The tax planning exercise ranges from devising a model for specific transaction as well as for
systematic corporate planning. These are:

(a) Short range and Long range Tax Planning


Short range planning refers to year to year planning to achieve some specific or limited
objective. For example, an individual assessee whose income is likely to register unusual
growth in particular year as compared to the preceding year, may plan to subscribe to the
PPF/NSC’s within the prescribed limits in order to enjoy substantive tax relief. By
investing in such a way, he is not making permanent commitment but is substantially
saving in the tax. It is one of the examples of short range planning.

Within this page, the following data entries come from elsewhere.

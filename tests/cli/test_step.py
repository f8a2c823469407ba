"""`acsolve step`: JSON, text, files, pictures and refusals."""

from __future__ import annotations

import csv
import io
import json
from math import log

import numpy as np
import pytest

from tests.cli.runner import acsolve, circuit

RC = "in -- R1 -- out -- C1 -- gnd\n"


@pytest.fixture
def single(tmp_path):
    """A single pole of 1 ms that asks its own step."""
    file = tmp_path / "single.circuit"
    file.write_text(RC + "R1 = 1 kohm\nC1 = 1 uF\nask step from in to out for 5 ms\n")
    return file


@pytest.fixture
def symbols(tmp_path):
    """The same without numbers."""
    file = tmp_path / "symbols.circuit"
    file.write_text(RC + "ask step from in to out\n")
    return file


def one(*arguments):
    """The only answer of a command line."""
    (found,) = acsolve(*arguments, "--json").answers
    return found


def spaced(text):
    """A text with one blank wherever it has several, or a new line."""
    return " ".join(text.split())


def test_json_keys(single):
    """The keys of the contract, from the file's own question."""
    found = one("step", single)
    assert found["kind"] == "step"
    assert (found["from"], found["to"]) == (["in", "gnd"], ["out", "gnd"])
    assert len(found["seconds"]) == len(found["value"]) == 501
    assert found["seconds"][-1] == 5e-3
    assert found["final_value"] == 1
    assert found["initial_value"] == 0
    assert found["rise_s"] == pytest.approx(1e-3 * log(9), rel=1e-15)
    assert found["delay_s"] == pytest.approx(1e-3 * log(2), rel=1e-15)
    assert found["settling_s"] == pytest.approx(1e-3 * log(50), rel=1e-15)
    assert found["settling_band"] == 0.02
    assert found["overshoot"] == 0
    assert found["moments"]["delay_exact"] == "R1*C1"
    assert found["closed_forms"]["parts"] == {"tau": "R1*C1", "k": "1"}
    assert found["reasons"] == {}
    assert found["modes"][1] == {"rate": [-1000.0, 0.0], "weights": [[-1.0, 0.0]]}


def test_options(single):
    """Length, points, band and drive are taken from the command line."""
    found = one("step", single, "--for", "8ms", "--points", "9", "--settle", "5%")
    assert found["seconds"] == pytest.approx(np.arange(9) * 1e-3)
    assert found["settling_s"] == pytest.approx(1e-3 * log(20), rel=1e-15)
    found = one("step", single, "--drive", "impulse", "--points", "2")
    assert found["value"][0] == 1000
    assert set(found["reasons"]) == {"rise_s", "delay_s", "settling_s", "overshoot"}
    found = one("step", single, "--drive", "1kHz", "--cycles", "2.5")
    assert (found["drive"], found["drive_hertz"], found["drive_cycles"]) == ("sine", 1000, 2.5)
    assert found["steady"]["delay_s"] == pytest.approx(np.arctan(2 * np.pi) / 2000 / np.pi)


def test_null_and_why(tmp_path):
    """No final value, no figures: null, and the reason in words."""
    file = tmp_path / "lossless.circuit"
    file.write_text("in -- L1 -- out -- C1 -- gnd\nL1 = 1 mH\nC1 = 1 nF\n")
    found = one("step", file, "--from", "in", "--to", "out")
    assert found["final_value"] is None
    assert found["rise_s"] is found["settling_s"] is found["overshoot"] is None
    assert "oscillating" in found["reasons"]["final_value"]
    text = spaced(acsolve("step", file, "--from", "in", "--to", "out").out)
    assert "final value none: the response goes on oscillating" in text
    assert "y(t), t > 0 k*(1 - cos(w0*t))" in text


def test_symbols(symbols):
    """With symbols: the closed form, both ends and the moments, no curve."""
    found = one("step", symbols)
    assert found["seconds"] is None
    assert found["final_exact"] == "1"
    assert found["closed_forms"]["cases"][0]["step"] == "k*(1 - exp(-t/tau))"
    text = spaced(acsolve("step", symbols).out)
    assert "y(t), t > 0 k*(1 - exp(-t/tau))" in text
    assert "rise, 10 to 90 % log(9)*tau" in text


def test_text_fits_the_screen():
    """Every line of a long answer is within 80 columns."""
    text = acsolve("step", circuit("hydrophone_lowpass")).out
    assert max(map(len, text.splitlines())) <= 80
    assert "settled within 2 %" in text


def test_saved_files(single, tmp_path):
    """CSV, NPZ and JSON hold the same curve in full precision."""
    names = [tmp_path / f"step.{ending}" for ending in ("csv", "npz", "json")]
    saved = [part for name in names for part in ("--save", name)]
    assert acsolve("step", single, *saved).status == 0
    rows = list(csv.reader(io.StringIO(names[0].read_text())))
    assert rows[0] == ["time (s)", "response"]
    table = np.array(rows[1:], dtype=float)
    with np.load(names[1]) as arrays:
        assert np.array_equal(arrays["seconds"], table[:, 0])
        assert np.array_equal(arrays["value"], table[:, 1])
    (answer,) = json.loads(names[2].read_text())["answers"]
    assert answer["value"] == table[:, 1].tolist()


@pytest.mark.parametrize("ending", ["svg", "png", "pdf"])
def test_pictures_are_the_same_each_time(single, tmp_path, ending):
    """A picture is drawn, and twice the same."""
    first, second = (tmp_path / f"{name}.{ending}" for name in "ab")
    for name in (first, second):
        assert acsolve("step", single, "--save", name).status == 0
    assert first.read_bytes() == second.read_bytes()
    assert len(first.read_bytes()) > 5_000


def test_several_curves_in_one_picture(tmp_path):
    """Two questions of one file are two curves; a CSV holds one."""
    file = tmp_path / "two.circuit"
    file.write_text(
        "in -- R1 -- a -- C1 -- gnd\na -- R2 -- out -- C2 -- gnd\nR1, R2 = 1 kohm\nC1, C2 = 1 uF\n"
        "ask step from in to a for 5 ms\nask step from in to out for 5 ms\n"
    )
    assert acsolve("step", file, "--save", tmp_path / "both.svg").status == 0
    refused = acsolve("step", file, "--save", tmp_path / "both.csv")
    assert refused.status == 2
    assert "a csv file holds one step" in refused.err


def test_no_picture_of_symbols(symbols, tmp_path):
    """Symbols have no curve: refused, and nothing is written."""
    for ending in ("svg", "csv", "npz"):
        outcome = acsolve("step", symbols, "--save", tmp_path / f"x.{ending}")
        assert outcome.status == 1
        assert "question.no-value" in outcome.err
    assert not list(tmp_path.glob("x.*"))


@pytest.mark.parametrize(
    ("options", "code"),
    [
        (("--cycles", "5"), "option.value"),
        (("--drive", "1kHz", "--cycles", "1.3"), "option.value"),
        (("--drive", "5mV"), "value.unit"),
        (("--for", "5mH"), "value.unit"),
        (("--for", "0s"), "value.positive"),
        (("--points", "50/decade"), "sweep.points"),
        (("--settle", "wide"), "option.value"),
    ],
)
def test_wrong_calls(single, options, code):
    """What does not fit is refused with status 2 and its code."""
    outcome = acsolve("step", single, *options)
    assert outcome.status == 2
    assert outcome.err.startswith(code)


def test_a_line_is_refused():
    """No residues, no answer: status 1."""
    outcome = acsolve("step", circuit("mast_cable"), "--from", "send", "--to", "far_end")
    assert outcome.status == 1
    assert "equations.not-rational" in outcome.err


def test_check_says_nothing_of_a_step(single):
    """An `ask step` line is answered now, so a check has nothing to remark."""
    assert one("check", single)["problems"] == []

Long range planning involves charting out a plan at the beginning of the income year to be
followed around the year. This type of planning may not benefit immediately as in case of
short term tax planning but it is likely to help in long run. For example, when an assessee
transfers his equity shares to his minor son, he knows that the income from the shares will
be clubbed with his own income. But clubbing would also cease after minor attains
majority. Also if bonus shares are issued by the company, income from such bonus shares
shall not be taxable in hands of assessee ( i.e. transferor).

(b) Permissive tax planning


It involves making plans which are permissible under different provisions of tax laws. Tax
laws of our country offer many exemptions and incentives. Planning to take advantage
different tax concessions and incentives and deductions etc.

(c) Purposive tax planning


It involves making plans with specific purpose to ensure the availability of maximum
benefits to the assessee
– Through correct selection of investment.
– Making suitable plan for replacement of assets.
– Varying the residential status.
– Diversifying business activities and incomes etc.

It is based on the measures which circumvent the law. The permissive tax planning has the
express sanction of the Statute while the purposive tax planning does not carry such sanction.
For example, under Section 60 to 65 of the Act, the income of the other persons is clubbed in the
income of the assessee. If the assessee is in a position to plan in such a way that these provisions
do not get attracted, such a plan would work in favour of the tax payer because it would increase
his disposable resources. Such a tax plan would be termed as ‘Purposive tax planning’.